All production nodes in the standard/low/high and other queues except the serial queue only have the new file system. The facility of serial queue would be available till 31st October 2023. Thereafter, old scratch file system will not be available. All users should ensure that all HOME and SCRATCH data has been successfully transferred before 31st October 2023. 2) Jobs : all queued jobs have been put on user hold. Users can release jobs as required using qrls after confirming the job working directory and required files. 3) nodes: All Icelake, Skylake are available for use. Most Haswell nodes are also available. School of AI nodes: 3 nodes are available. There is an additional flag "interlink" available to choose the "nvlink" based nodes or the "pci" based node. e.g. select=1:ncpus=2:ngpus=2:interlink=nvlink:centos=amdepyc n.b. node names have been changed to scai0[1-3].

List of users having data more than 5TB or above in SCRATCH

Please click on this link to see the list:Users_List


To migrate data from old storage to new storage, Please copy the PBS script using below command and submit the job with your departmental code


cp /home/apps/skeleton/migration_pbs.sh $HOME

qsub -P [Your departmental code] migration_pbs.sh

PADUM: Hybrid High Performance Computing Facility at IITD

How to Use and setup the environment.

You will need an ssh client to connect to the cluster through your IITD kerberos credentials. CPU login is available through ssh hpc.iitd.ac.in (Use IITD credentials). To copy data use scp to hpc.iitd.ac.in. GPU or Mic (Xeon Phi) nodes can be directly accessed through gpu.hpc.iitd.ac.in and mic.hpc.iitd.ac.in respectively. Please avoid using gpu and mic for large data transfer.

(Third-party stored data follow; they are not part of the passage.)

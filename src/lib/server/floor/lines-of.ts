import type { Db } from '../db';
import type { PublishedFloorEvent } from './events';

/** Lines an event touches (queries on indexes; runs after the service's commit). */
export function linesOfEvent(db: Db, e: PublishedFloorEvent): number[] {
	const c = db.$client;
	switch (e.kind) {
		case 'spi-import':
			return c
				.prepare(
					`select distinct line_id from spi_boards where import_id = ? and line_id is not null`
				)
				.pluck()
				.all(e.importId) as number[];
		case 'run':
			return c
				.prepare(`select line_id from print_runs where id = ?`)
				.pluck()
				.all(e.runId) as number[];
		case 'paste-lot':
			return c
				.prepare(`select line_id from print_runs where paste_lot_id = ? and ended_at is null`)
				.pluck()
				.all(e.lotId) as number[];
		case 'stencil':
			return c
				.prepare(`select line_id from print_runs where stencil_id = ? and ended_at is null`)
				.pluck()
				.all(e.stencilId) as number[];
		case 'signal':
			return signalLines(db, e.signalIds);
		case 'machine':
			return [...e.lineIds];
	}
}

function signalLines(db: Db, ids: readonly number[]): number[] {
	const out = new Set<number>();
	const sig = db.$client.prepare(
		`select point_key as pointKey, board_ids as boardIds from spc_signals where id = ?`
	);
	const runLine = db.$client.prepare(`select line_id from print_runs where id = ?`).pluck();
	const boardLine = db.$client.prepare(`select line_id from spi_boards where id = ?`).pluck();
	const cfxUnitLine = db.$client.prepare(`select line_id from cfx_units where id = ?`).pluck();
	for (const id of ids.slice(0, 500)) {
		const row = sig.get(id) as { pointKey: string; boardIds: string } | undefined;
		if (!row) continue;
		const run = /^run:(\d+)$/.exec(row.pointKey);
		let line: number | null | undefined;
		const cfxUnit = /^cfx-unit:(\d+)$/.exec(row.pointKey);
		if (run) line = runLine.get(Number(run[1])) as number | undefined;
		else if (cfxUnit) line = cfxUnitLine.get(Number(cfxUnit[1])) as number | undefined;
		else {
			try {
				const boards = JSON.parse(row.boardIds) as number[];
				if (boards.length)
					line = boardLine.get(boards[boards.length - 1]) as number | null | undefined;
			} catch {
				line = null;
			}
		}
		if (typeof line === 'number') out.add(line);
	}
	return [...out];
}
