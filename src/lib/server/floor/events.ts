/**
 * The floor's in-process event bus. Services publish what changed (an SPI import committed, a
 * run started/ended/corrected, a signal raised/acknowledged/assigned, a paste lot or stencil
 * event); the live overview (live.ts) listens and sends new tiles. Publishing is cheap and never
 * throws: listeners run later (a microtask), so a slow or failing listener never undoes or
 * delays the service's write.
 */

export type FloorEvent =
	| { kind: 'spi-import'; importId: number; boardIds: readonly number[] }
	| { kind: 'run'; what: 'started' | 'ended' | 'corrected'; runId: number }
	| {
			kind: 'signal';
			what: 'raised' | 'acknowledged' | 'assigned' | 'escalated';
			signalIds: readonly number[];
	  }
	| { kind: 'paste-lot'; lotId: number }
	| { kind: 'stencil'; stencilId: number }
	/** Machines reported line events over CFX (a fault, a stencil change, work started…). */
	| { kind: 'machine'; lineIds: readonly number[] };

/** An event with the time it was published (epoch ms), for the delay figures. */
export type PublishedFloorEvent = FloorEvent & { publishedAtMs: number };

type Listener = (event: PublishedFloorEvent) => void;

const listeners = new Set<Listener>();

/** Events not yet taken by the tile cache; past MAX_UNREAD the cache is told to drop everything. */
const MAX_UNREAD = 10_000;
let unread: PublishedFloorEvent[] = [];
let unreadOverflow = false;

/** The events published since the last call (for the tile cache), and whether some were dropped. */
export function takePublishedEvents(): { events: PublishedFloorEvent[]; overflow: boolean } {
	const out = { events: unread, overflow: unreadOverflow };
	unread = [];
	unreadOverflow = false;
	return out;
}

/**
 * Tell the floor something changed. Call after the write is committed.
 * @example publishFloorEvent({ kind: 'run', what: 'started', runId: 12 })
 */
export function publishFloorEvent(event: FloorEvent): void {
	const published = { ...event, publishedAtMs: Date.now() } as PublishedFloorEvent;
	// Kept synchronously for the tile cache (overview.ts), so a read right after a write sees it.
	if (unread.length < MAX_UNREAD) unread.push(published);
	else unreadOverflow = true;
	if (listeners.size === 0) return;
	queueMicrotask(() => {
		for (const listener of listeners) {
			try {
				listener(published);
			} catch (err) {
				console.error('[floor] event listener failed', err);
			}
		}
	});
}

/** Listen to floor events; returns the function that stops listening. */
export function subscribeFloorEvents(listener: Listener): () => void {
	listeners.add(listener);
	return () => listeners.delete(listener);
}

Once logged in to the system, you have access to your home (backed up) and scratch (not backed up) directories. Please generate an ssh key pair in your .ssh directory to start using PBS. Please report issues to hpchelp[@]iitd.ac.in

 

Hardware Specifications

    Icelake Nodes (December 2022 onward):
  • Total number of nodes: 32
    CPU nodes: 16 (256GB RAM)
    GPU nodes: 16 (512GB RAM)
    (with two Nvidia A100 card on each GPU node)

  • Basic Configuration:
    GPU: NVIDIA A100 (40GB)
    CPU: 2x Intel Xeon 2680 (32 cores 2.6 GHz) "Icelake"
  • All connected over 200G HDR Infiniband.

  • Skylake Nodes (July, 2019 onward):
  • Total number of nodes: 184
    CPU nodes: 144
    GPU nodes: 40
    (with one Nvidia V100 cards on each GPU node: 17)
    (with two Nvidia V100 card on each GPU node: 23)

  • Basic Configuration:
    GPU: NVIDIA V100 (32GB 5120 CUDA cores)
    CPU: 2x Intel Xeon G-6148 (20 cores 2.4 GHz) "Skylake"
    RAM: 96GB
  • 8 CPU, 40 GPU nodes have 192 GB RAM each



  • Haswell Nodes (November, 2015 onward):
  • Total number of compute nodes: 420
    CPU nodes: 259
    GPU accelerated nodes: 161
  • Basic configuration:
    GPU: 2x NVIDIA K40 (12GB, 2880 CUDA cores)
    [Please contact hpchelp[@]iitd.ac.in]
    CPU: 2x E5-2680 v3 2.5GHz/12-Core "Haswell"
    RAM: 62 GB

  • 12 CPU and 8 GPU nodes have 500 GB RAM each


  • The cluster can be accessed through 4 general login nodes, 2 GPU login nodes.


  • Storage:
    HOME space 1.2 PB
    SCRATCH space 4.5 PB


  • Primary network: Fully non-blocking FDR 56Gbps infiniband. Latency ~700ns.